Research showed that many of the pioneer drugs were not very effective against Omicron variants, prompting the FDA to restrict those therapies to use against other strains of the virus, thus excluding the drugs from a large part of the Covid-19 medicines market.
So how does the antibody cocktail from Brii Biosciences rate as a Covid treatment? For those in danger of serious illness, the treatment cut the risk of death or hospitalization by 80% in Phase III clinical trials. More importantly, the antibody therapy proved effective against the latest Omicron variants.
Researchers found that the drug reached FDA-mandated standards for inhibiting BA.4 and BA.5 strains of Omicron in in-vitro experiments and clinical cases.
But the new injectable treatment faces intense competition from Covid-19 oral drugs. The neutralizing antibodies are safer but less convenient than the oral drugs because they have to be injected. Moreover, most Covid pills are small-molecule drugs, made of relatively simple chemical compounds, while neutralizing antibodies are more complex biological agents. The antibodies are more expensive to make, and their production takes longer to expand than for the oral options.
By way of example, the U.S. government spent $2,100 per dose on the antibody therapy developed by GlaxoSmithKline in partnership with Vir Biotechnology, while a course of Paxlovid, the oral drug developed by Pfizer (PFE.US), was 75% cheaper at just $529.
Challenges from oral drugs
Right now, competition in the Covid-19 oral drugs market is heating up. The Japanese pharmaceutical company Shionogi has filed for marketing approval in China for its oral Covid drug. Another drug, VV116 from Shanghai Junshi Biosciences (1877.HK; 688180.SH), is about to complete Phase III clinical trials. Meanwhile, Kintor Pharmaceuticals (9939.HK)’s Proxalutamide and Genuine Biotech’sAzvudine have finished clinical trials and are about to be put forward for marketing approval.

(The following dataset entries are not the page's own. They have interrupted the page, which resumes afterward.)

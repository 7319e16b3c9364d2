"""What every subcommand shares: exit codes, the date argument and the shift day.

Kept here, not in :mod:`fieldlog.cli`, so that a subcommand never imports the command line
that imports it (and the app can take the shift-day rule without the parser).
"""

from __future__ import annotations

import argparse
from datetime import date

from fieldlog.bounds import check_date, shown
from fieldlog.errors import OutOfBounds

EXIT_OK, EXIT_PROBLEM, EXIT_BAD_INPUT = 0, 1, 2
"""0 ok, 1 a problem was found (a broken log; a late job is not a problem), 2 bad input."""


def iso_date(text: str) -> date:
    """argparse type for YYYY-MM-DD dates, within fieldlog's range (see fieldlog.bounds)."""
    try:
        day = date.fromisoformat(text[:40])
    except ValueError:
        raise argparse.ArgumentTypeError(f"{shown(text)} is not a date like 2026-03-02") from None
    try:
        return check_date(day, "date")
    except OutOfBounds as exc:
        raise argparse.ArgumentTypeError(f"{exc.problem}; {exc.fix}") from None


def shift_day(given: date | None, machine_today: date) -> date:
    """The shift being recorded: ``--today`` if given, else the machine's date.

    The caller reads the machine's date (the command line's edge is the one place it is
    read) and passes it in. A ``--today`` later than it would let entries be written for days
    that have not happened, so it is refused.

    Raises:
        OutOfBounds: ``given`` is later than ``machine_today``.
    """
    if given is None:
        return machine_today
    if given > machine_today:
        raise OutOfBounds(
            f"--today {given.isoformat()} is later than this computer's date "
            f"{machine_today.isoformat()}",
            fix="give today's date or an earlier one, or set the computer's clock",
        )
    return given
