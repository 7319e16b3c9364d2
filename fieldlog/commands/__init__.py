"""One module per ``fieldlog`` subcommand: ``add_parser(subparsers)`` and ``run(args) -> int``.

Modules here import Textual only inside ``run`` (the ``open`` and ``demo`` commands), so the
printed commands start fast.
"""
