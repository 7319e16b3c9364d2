"""``fieldlog check SITE``: the DCMA 14-point health checks before a schedule goes out.

stdout carries the report; exit 0 when every check is within its mark, 1 when one is not
(the report says which and what to review), 2 for bad input.
"""

from __future__ import annotations

import argparse
import sys

from fieldlog.commands.arguments import EXIT_OK, EXIT_PROBLEM, iso_date


def add_parser(sub: argparse._SubParsersAction) -> None:
    """Register ``fieldlog check``."""
    p = sub.add_parser(
        "check",
        help="schedule health checks (DCMA 14-point assessment)",
        description="Run the DCMA 14-point schedule assessment checks that apply to a site "
        "(logic, leads, lags, link types, hard constraints, float, durations, dates, missed "
        "work, critical path test, CPLI, BEI) and say which are outside their published mark.",
    )
    p.add_argument("site", help="the site folder")
    p.add_argument(
        "--as-of",
        type=iso_date,
        metavar="DATE",
        help="status date, end of day (default: last day with log entries)",
    )
    p.add_argument("--format", choices=("text", "json"), default="text")
    p.set_defaults(run=run)


def run(args: argparse.Namespace) -> int:
    """Print the report; a failed check is exit 1."""
    from fieldlog.checks import check_site
    from fieldlog.reports.health import render_json, render_text

    report = check_site(args.site, args.as_of)
    sys.stdout.write(render_json(report) if args.format == "json" else render_text(report))
    if report.failed:
        names = ", ".join(f"{c.number} {c.name}" for c in report.failed)
        print(f"fieldlog: check: outside the mark: {names}", file=sys.stderr)
        return EXIT_PROBLEM
    return EXIT_OK
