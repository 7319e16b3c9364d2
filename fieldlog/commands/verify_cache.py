"""``fieldlog verify``'s whole report, kept by the exact bytes of everything it reads.

A verify of an unchanged site gives the same report every time: it is a pure function of
the site's ``site.toml``, ``schedule.toml``, ``log/``, ``devices/``, ``conflicts/`` and
``receipts/``, of this device's ``device.toml`` and receipt copies in its data folder, and
of fieldlog's code. The per-file check cache (:mod:`fieldlog.journal.check_cache`) spares
the parsing and the signatures, but a two-year log still costs most of a second to load and
replay; this cache spares that too when nothing changed.

The key covers every one of those inputs: each file's path, kind (file, folder, link) and
the sha256 of its bytes (a link's target text: links are never followed), fieldlog's
version, Python's and cryptography's, and the source of every module of fieldlog. All of it
is read and hashed on every run, before anything is taken from the cache; any difference
(an edited, truncated, added, removed or replaced file anywhere among them) is a miss and
the report is made the full way, then kept. A report made while a file changed under it is
not kept. ``--office`` is never cached (the office folder is not ours to fingerprint).

Kept like the checked-file packs: one file per site in fieldlog's cache folder (never the
site), sealed with an HMAC-SHA256 under the user's cache secret and checked before it is
unpickled, so a planted "log intact" is never shown; atomic writes; at most :data:`KEEP`.
"""

from __future__ import annotations

import functools
import hashlib
import os
import pickle
import stat
import sys
import warnings
from dataclasses import dataclass
from pathlib import Path

from fieldlog import __version__
from fieldlog.bounds import FILE_CAPS
from fieldlog.cache_files import (
    SECRET_NAME,
    prune,
    replace_file,
    sealed,
    unpickle,
    unseal,
    user_secret,
)
from fieldlog.home import last_entry_part
from fieldlog.site.cache import cache_folder

KEEP = 16
FORMAT = 1
_MAGIC = b"fieldlog-verify-cache\n"
_PREFIX, _SUFFIX = "verify-", ".pack"
SITE_PARTS = ("site.toml", "schedule.toml", "log", "devices", "conflicts", "receipts")
"""What verify reads in a site folder."""
HOME_PARTS = ("device.toml", "receipts")
"""What verify reads in fieldlog's data folder, with the site's own-memory file
(:func:`fieldlog.home.last_entry_part`)."""
_BIGGEST = max(FILE_CAPS.values())
"""A file larger than any fieldlog reads is not hashed: nothing is kept for that site."""


@dataclass(frozen=True)
class Report:
    """What verify printed on stdout, line by line, and its exit code."""

    lines: tuple[str, ...]
    code: int


@dataclass(frozen=True)
class ReportCache:
    """The kept report of one site, for its inputs as they were when opened."""

    path: Path
    key: str
    secret: bytes
    site: Path
    home: Path

    @classmethod
    def open(cls, site: Path, home: Path) -> ReportCache | None:
        """The cache for ``site`` as it is now; None when nothing can be kept."""
        code = _code()
        try:
            inputs = _inputs(site, home) if code is not None else None
        except OSError:
            return None  # a folder that cannot be read: the full way says what is wrong
        if code is None or inputs is None:
            return None
        folder = cache_folder()
        try:
            secret = user_secret(folder / SECRET_NAME, _warn)
        except OSError:
            return None  # the journal's cache says so once; verify runs the full way
        if secret is None:
            return None
        where = str(site.resolve()).encode("utf-8", "surrogateescape")
        key = hashlib.sha256(f"{FORMAT}|{code}|{inputs}|".encode() + where).hexdigest()
        path = folder / f"{_PREFIX}{hashlib.sha256(where).hexdigest()[:32]}{_SUFFIX}"
        return cls(path, key, secret, site, home)

    def found(self) -> Report | None:
        """The report kept for exactly these inputs, if any."""
        try:
            data = self.path.read_bytes()
        except OSError:
            return None
        payload = unseal(data, self._header(), self.secret)
        found = unpickle(payload) if payload is not None else None
        return found if type(found) is Report else None

    def keep(self, report: Report) -> None:
        """Keep ``report`` when the inputs are still what they were when this was opened."""
        again = ReportCache.open(self.site, self.home)
        if again is None or again.key != self.key:
            return  # something changed while the report was made: it is not kept
        data = sealed(self._header(), self.secret, pickle.dumps(report))
        try:
            replace_file(self.path, data, _PREFIX)
        except OSError as exc:
            _warn(f"cannot keep verify's report in {self.path.parent}: {exc.strerror}")
            return
        prune(self.path.parent, _PREFIX, _SUFFIX, KEEP, self.path, _warn)

    def _header(self) -> bytes:
        return _MAGIC + self.key.encode("ascii") + b"\n"


def _inputs(site: Path, home: Path) -> str | None:
    """The sha256 over every input of verify (see the module docstring); None: too big."""
    h = hashlib.sha256()
    home_parts = (*HOME_PARTS, last_entry_part(site))
    for base, parts in ((site, SITE_PARTS), (home, home_parts)):
        h.update(b"\0base\0" + os.fsencode(base.resolve()))
        for part in parts:
            if not _walk(base / part, part, h):
                return None
    return h.hexdigest()


def _walk(path: Path, label: str, h: hashlib._Hash) -> bool:
    """Hash ``path`` (a file, a folder's whole tree, a link's target) into ``h``."""
    try:
        info = os.lstat(path)
    except FileNotFoundError:
        h.update(b"\0none\0" + os.fsencode(label))
        return True
    name = os.fsencode(label)
    if stat.S_ISLNK(info.st_mode):
        h.update(b"\0link\0" + name + b"\0" + os.fsencode(os.readlink(path)))
    elif stat.S_ISDIR(info.st_mode):
        h.update(b"\0dir\0" + name)
        for child in sorted(os.listdir(path)):
            if not _walk(path / child, f"{label}/{child}", h):
                return False
    elif stat.S_ISREG(info.st_mode):
        if info.st_size > _BIGGEST:
            return False
        h.update(b"\0file\0" + name + b"\0")
        h.update(hashlib.sha256(_read(path)).digest())
    else:  # a FIFO or device is never read: its kind is what verify sees
        h.update(b"\0other\0" + name)
    return True


def _read(path: Path) -> bytes:
    fd = os.open(path, os.O_RDONLY | getattr(os, "O_NOFOLLOW", 0) | getattr(os, "O_NONBLOCK", 0))
    try:
        chunks = []
        while chunk := os.read(fd, 1 << 20):
            chunks.append(chunk)
        return b"".join(chunks)
    finally:
        os.close(fd)


@functools.cache
def _code() -> str | None:
    """fieldlog's versions and the source of all its modules; None: source not readable."""
    from cryptography import __version__ as crypto_version

    root = Path(__file__).resolve().parents[1]
    h = hashlib.sha256(f"{__version__}|{sys.version}|{crypto_version}".encode())
    try:
        for path in sorted(root.rglob("*.py")):
            h.update(os.fsencode(path.relative_to(root)) + b"\0")
            h.update(path.read_bytes())
    except OSError:
        return None
    return h.hexdigest()


class VerifyCacheWarning(UserWarning):
    """The cache folder cannot be used; verify ran the full way."""


def _warn(message: str) -> None:
    warnings.warn(message, VerifyCacheWarning, stacklevel=3)
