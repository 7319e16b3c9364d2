"""``fieldlog export SITE... --sqlite office.db``: every site into one SQLite file.

stdout: one line per site (``exported``, ``unchanged`` or ``failed: why``) and a total.
Exit 0 when every site is in the database, 1 when a site did not load (it is recorded with its
error and keeps its last good rows), 2 for bad input (no such folder, a database fieldlog did
not write).
"""

from __future__ import annotations

import argparse
import sys
from pathlib import Path

from fieldlog.commands.arguments import EXIT_OK, EXIT_PROBLEM, iso_date


def add_parser(sub: argparse._SubParsersAction) -> None:
    """Register ``fieldlog export``."""
    p = sub.add_parser(
        "export",
        help="write sites into an SQLite office database (unchanged sites skipped)",
        description="Write each site's activities, schedule results, journal entries, lost "
        "time, crews and readiness items into an SQLite file the office can query with any "
        "SQL tool. A site whose files did not change since the last export is skipped.",
    )
    p.add_argument(
        "sites", nargs="+", metavar="SITE", help="site folders, or folders that hold site folders"
    )
    p.add_argument(
        "--sqlite",
        type=Path,
        required=True,
        metavar="FILE",
        help="the database file (created when missing)",
    )
    p.add_argument(
        "--as-of",
        type=iso_date,
        metavar="DATE",
        help="status date for every site (default: each site's last logged day)",
    )
    p.set_defaults(run=run)


def run(args: argparse.Namespace) -> int:
    """Export and list what happened to each site."""
    from fieldlog.office import Outcome, expand_sites, export_sites

    folders = expand_sites(Path(s) for s in args.sites)
    summary = export_sites(folders, args.sqlite, args.as_of)
    for s in summary.sites:
        tail = f": {s.error}" if s.error else ""
        print(f"{s.outcome.value:<9} {s.folder}{tail}")
    print(
        f"{summary.count(Outcome.EXPORTED)} exported, {summary.count(Outcome.SKIPPED)} "
        f"unchanged, {summary.count(Outcome.FAILED)} failed: {args.sqlite}"
    )
    if summary.count(Outcome.FAILED):
        print(
            f"fieldlog: export: {summary.count(Outcome.FAILED)} sites did not load; they "
            "keep their last exported rows",
            file=sys.stderr,
        )
        return EXIT_PROBLEM
    return EXIT_OK
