def _check_regular_file(p: Path, file: str) -> None:
    """Refuse a FIFO, socket or device before opening it (a FIFO blocks the read)."""
    import stat

    mode = p.stat().st_mode  # FileNotFoundError goes to the caller
    if stat.S_ISDIR(mode) or stat.S_ISREG(mode):
        return
    kind = ("a named pipe (FIFO)" if stat.S_ISFIFO(mode) else "a device" if stat.S_ISCHR(mode) or stat.S_ISBLK(mode)
            else "a socket" if stat.S_ISSOCK(mode) else "not a regular file")
    raise SiteError(file, "", f"is {kind}; expected a TOML site file")


SECTIONS = ("station", "array", "band", "goal")
"""The tables a site file needs for every verb; a verb may need fewer."""


def load(path: str | Path, sections: tuple[str, ...] = SECTIONS) -> Site:
    """Read and validate a site file.

    ``sections`` are the tables the caller needs; ``paths`` needs only
    [station] and [[goal]], ``needs`` also [[band]]. A section given is
    always checked, needed or not.
    """
    p = Path(path)
    file = str(path)
    try:
        _check_regular_file(p, file)
        with p.open("rb") as fh:
            raw = fh.read(MAX_SITE_BYTES + 1)
        if len(raw) > MAX_SITE_BYTES:
            raise SiteError(file, "", f"is larger than {MAX_SITE_BYTES // 1000} kB; a site file is a short "
                            "TOML text (put large regions in a file: region)")
    except FileNotFoundError:
        raise SiteError(file, "", "no such file") from None
    except IsADirectoryError:
        raise SiteError(file, "", "is a folder, expected a TOML site file") from None
    except OSError as exc:
        raise SiteError(file, "", f"cannot be read ({exc.strerror or exc})") from None
    try:
        text = raw.decode("utf-8")
    except UnicodeDecodeError:
        raise SiteError(file, "", "is not UTF-8 text; expected a TOML site file") from None
    return loads(text, file=file, base_dir=str(p.resolve().parent), sections=sections)


_TOP = ("station", "array", "feed", "band", "goal", "propagation", "map")
_STATION = ("name", "locator", "lat", "lon")
_ARRAY = ("height_m", "radius_m", "layout", "spacing_m", "elements", "positions_m", "orientation_deg",
          "orientation_step_deg", "allowed_orientation_deg", "ground", "ground_loss_ohm", "state", "option",
          "use", "rdf_elevation_deg", "radials", "foreground", "design_band", "forced_bands", "junction_m",
          "line_slack_m")
_RADIALS = ("count", "length_m", "depth_m", "height_m", "wire_diameter_mm")
_FOREGROUND = ("bearing_deg", "from_m", "ground")
_OPTION = ("name", "layout", "spacing_m", "elements", "positions_m", "state", "use", "design_band", "forced_bands",
           "junction_m")
_STATE = ("name", "phase_deg", "amplitude", "line_m", "design_band", "forced_bands")
_NETWORK_KEYS = ("design_band", "forced_bands")
_FEED = ("z0_ohm", "velocity_factor", "loss_db_per_100m_at_10mhz")
_BAND = ("name", "freq_mhz", "edges_mhz")
_GOAL = ("name", "region", "weight", "bands", "path", "clip", "avoid", "avoid_weight")
_PROP = ("model", "month", "year", "solar_flux", "sunspot_number", "hours_utc", "min_elevation_deg",
         "points_per_goal", "f2_height_km", "e_height_km", "seed", "absorption_limit_db", "fof2_maps", "extra_hop_loss_db",
         "months", "closed_share")
_MAP = ("lobe_peak_km", "lobe_floor_db", "ring_step_km")
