"""Shared pieces of the model mutators in benchmarks/fuzz_models*.py: the mutation context and graph queries."""
from __future__ import annotations

import random
from dataclasses import dataclass, field
from pathlib import Path

import numpy as np
import onnx
from onnx import TensorProto, helper

STANDARD_OPS = ("Relu", "Softmax", "Conv", "Gemm", "MatMul", "Identity", "Reshape", "Sigmoid", "Tanh", "Add",
                "Mul", "Concat", "Transpose", "Flatten", "MaxPool", "BatchNormalization", "Gelu", "HardSwish",
                "Mish", "If", "Loop", "Scan", "Cast", "Shape", "Where", "LayerNormalization", "Dropout")


@dataclass
class Ctx:
    """What a mutation may use besides the model: the case folder, a numpy rng, the other base models."""

    work: Path
    np_rng: np.random.Generator
    others: list[bytes]
    model_name: str = "model.onnx"
    side_files: list[str] = field(default_factory=list)  # extra inputs written beside the model


def pick_node(m: onnx.ModelProto, rng: random.Random, ops=None) -> onnx.NodeProto | None:
    nodes = [n for n in m.graph.node if ops is None or n.op_type in ops]
    return rng.choice(nodes) if nodes else None


def float_inits(m: onnx.ModelProto) -> list[onnx.TensorProto]:
    return [t for t in m.graph.initializer if t.data_type == TensorProto.FLOAT and len(t.dims)]


def edges(m: onnx.ModelProto) -> list[str]:
    return [o for n in m.graph.node for o in n.output if o]


def patch_bytes(data: bytes, marker: str, payload: bytes) -> bytes:
    """Replace a same-length ASCII marker in serialised bytes (to plant bytes protobuf would refuse)."""
    raw = marker.encode()
    assert len(payload) == len(raw)
    return data.replace(raw, payload)


def set_attr(node, name, value):
    for a in list(node.attribute):
        if a.name == name:
            node.attribute.remove(a)
    node.attribute.append(helper.make_attribute(name, value))


def rename_everywhere(m, old, new):
    for n in m.graph.node:
        for seq in (n.input, n.output):
            for k, v in enumerate(seq):
                if v == old:
                    seq[k] = new
    for seq in (m.graph.input, m.graph.output, m.graph.value_info, m.graph.initializer):
        for item in seq:
            if item.name == old:
                item.name = new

As an early mover, Brii Biosciences will be hoping to grab a significant slice of the market with its injected antibodies before oral treatments come on stream.
Before Covid, the company mostly focused on developing drugs to treat infectious diseases and disorders of the central nervous system, but it had not managed to bring any products to market. Among its other medications, the farthest along the pipeline is a drug for hepatitis B, which is in Phase II clinical trials. So, the Covid antibodies drug is likely to be the main revenue earner for the coming years.
The company’s financials could do with a booster shot. Brii Biosciences earned around 99 million yuan ($14.65 million) in 2021, mostly from government subsidies and interest payments from banks. Its R&D expenses dropped around 43% to 495 million yuan last year due to lower contracting costs with third parties under its Covid projects. According to Luo, the company has spent more than $200 million to develop and commercialize the antibody treatment.
However, the Chinese government’s strict Covid containment policy puts a question mark over the amount of revenue these drugs could actually bring in. Judging from the share price performance, the market lacks conviction about the potential rewards for Brii Biosciences.
Its stock surged as high as HK$48.65 after the new drug was approved last December and the share price recently shot up again, but it remains 70% below the high point reached last year.
The price-to-sales (P/S) ratio of the stock stands at 80 times, compared to the 13 times and 165 times of Shanghai Junshi Biosciences and Kintor Pharmaceuticals, highlighting a wide valuation range among Covid drug developers.
As long as China pursues a “zero-Covid” policy, investors would be well-advised to stay cautious about the company getting any big cash injection from its newly launched drug.